Histoire - N°120 - Octobre/Novembre 2012

Les studios de la Côte de Beauté

 

Si La Rochelle affiche encore plus ses ambitions cinématographiques avec la création des studios de l’Océan prêts à accueillir des tournages en sus de ses divers festivals autour du film, Royan a pourtant été la première dans les années 30 à avoir ses propres studios de cinéma, les studios de la Côte de Beauté grâce à l’ambition d’un seul homme : Emile Couzinet.

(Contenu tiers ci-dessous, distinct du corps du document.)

def _strategies(data, defaults: dict, source):
    if data is None:
        return tuple(m.Strategy(kind=k, parameters=m.StrategyParameters(**defaults))
                     for k in m.STRATEGIES)
    items = _array(data, "strategies", source)
    if not items:
        raise _err("leave out [[strategies]] to compare all of them, or list at least one",
                   "strategies", source)
    out, names = [], set()
    for i, item in enumerate(items):
        p = f"strategies[{i}]"
        _table(item, _STRATEGY, p, source)
        vals = _read(item, _STRATEGY, p, source)
        kind = vals.pop("kind")
        label = vals.pop("label", None)
        params = _parameters({**defaults, **vals}, p, source)
        s = m.Strategy(kind=kind, label=label, parameters=params)
        if s.name in names:
            raise _err(f"two strategies are called {s.name!r}; give a distinct label",
                       f"{p}.label", source)
        names.add(s.name)
        out.append(s)
    return tuple(out)


def _parameters(vals: dict, path: str, source) -> m.StrategyParameters:
    params = m.StrategyParameters(**vals)
    if not params.min_speed_fraction < params.max_speed_fraction:
        raise _err("min_speed_fraction must be below max_speed_fraction",
                   f"{path}.min_speed_fraction", source)
    if not params.high_pressure_fraction < 1.0:
        raise _err("high_pressure_fraction must be below 1 (the large pump's share is "
                   "what is left)", f"{path}.high_pressure_fraction", source)
    lo, hi, pre = (params.accumulator_pressure_min, params.accumulator_pressure_max,
                   params.accumulator_precharge)
    if lo is not None and hi is not None and not lo < hi:
        raise _err("accumulator_pressure_min must be below accumulator_pressure_max",
                   f"{path}.accumulator_pressure_min", source)
    if pre is not None and lo is not None and pre > lo:
        raise _err("accumulator_precharge must not exceed accumulator_pressure_min (the "
                   "bladder would bottom out inside the working range)",
                   f"{path}.accumulator_precharge", source)
    return params


_SHIFT_KEYS = ("hours_per_shift", "shifts_per_day", "days_per_week")


def _economics(data, strategies, source, shift_given=False):
    e = _simple(data, _ECONOMICS, "economics", source, m.Economics())
    given = [k for k in _SHIFT_KEYS if k in data]
    if given or "weeks_per_year" in data:
        missing = [k for k in _SHIFT_KEYS if k not in data]
        if missing:
            raise _err(f"a shift pattern needs {', '.join(_SHIFT_KEYS)}; "
                       f"{missing[0]} is missing", f"economics.{missing[0]}", source)
        if "hours_per_year" in data:
            raise _err("give hours_per_year or a shift pattern (hours_per_shift, "
                       "shifts_per_day, days_per_week), not both",
                       "economics.hours_per_year", source)
        if shift_given:
            raise _err("with a shift pattern the warm-up runs over one day's hours from "
                       "cold; leave shift_duration out", "scenario.shift_duration", source)
        if e.hours_per_shift * e.shifts_per_day > 24.0 * (1 + 1e-12):
            raise _err(f"{e.hours_per_shift:g} h x {e.shifts_per_day:g} shifts is more than "
                       f"a day (24 h)", "economics.shifts_per_day", source)
        e = dataclasses.replace(e, hours_per_year=m.shift_hours(e)[0])
    if e.present_strategy is not None:
        names = [s.name for s in strategies] + [s.kind for s in strategies]
        if e.present_strategy not in names:
            raise _err(f"{e.present_strategy!r} is not among the strategies "
                       f"({', '.join(s.name for s in strategies)})"
                       f"{_suggest(e.present_strategy, names)}",
                       "economics.present_strategy", source)
    return e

Emile Couzinet est né en 1896 à Bourg-sur-Gironde, l’année même où le cinématographe Lumière arrive dans la région un an après son invention. Emile est fils d’un menuisier et rien ne le prédestine au départ vers le cinéma. Après une première expérience cinématographique malheureuse en février 1919 à Saintes, il rebondit en créant une société afin d’y louer des films. Sa première société de distribution s’appelle Burgus Films en hommage à sa ville natale girondine. Emile Couzinet développe en parallèle son réseau de distribution tout en exploitant plusieurs cinémas, le Gallia-Palace à La Rochelle en 1928, le Gallia-Select à Toulouse en 1930 et le Gallia-Palace et le Select-Palace à Agen. En 1932, c’est à Saintes qu’il revient pour reprendre le Gallia Théâtre. Il s’attaque également à la capitale girondine en reprenant plusieurs cinémas où il doit faire face à une concurrence féroce. Son développement l’amène naturellement vers Royan, haut lieu culturel et balnéaire. Il a l’opportunité de devenir à l’été 1931 le directeur de la Société des casinos de Royan. Le grand théâtre du casino devenu le Gallia Palace projette les films parlants à succès devant des spectateurs enthousiastes (le film parlant arrive en 1929). Emile Couzinet développe avec succès son affaire et trouve en la personne de Paul Métadier, maire très actif, un soutien inconditionnel à ses projets. Il est élu conseiller municipal aux élections de la ville et fourmille d’idées pour organiser fêtes et galas pour le plus grand rayonnement de Royan… et de son casino. Après la Première Guerre mondiale, l’industrie du film se développe et naissent les premiers studios de cinéma de province en dehors de ceux de la région parisienne aux Buttes-Chaumont, à Billancourt ou à Joinville. En 1919, sur les hauteurs de Nice, La Victorine devient le premier studio de la Méditerranée suivi de près en 1926 par les studios Nicéa à Saint-Laurent-du-Var. Marcel Pagnol aménage en 1932 près d’Aubagne ses propres studios pour y tourner ses projets. C’est dans ce cadre général de création de studios en province qu’Emile Couzinet pense lui aussi à créer ses propres installations afin de pouvoir y tourner des films en entier, scènes d’inté-rieurs et scènes d’extérieurs. Il trouve le lieu propice, les anciens magasins de décors du casino, situés près du champ de foire.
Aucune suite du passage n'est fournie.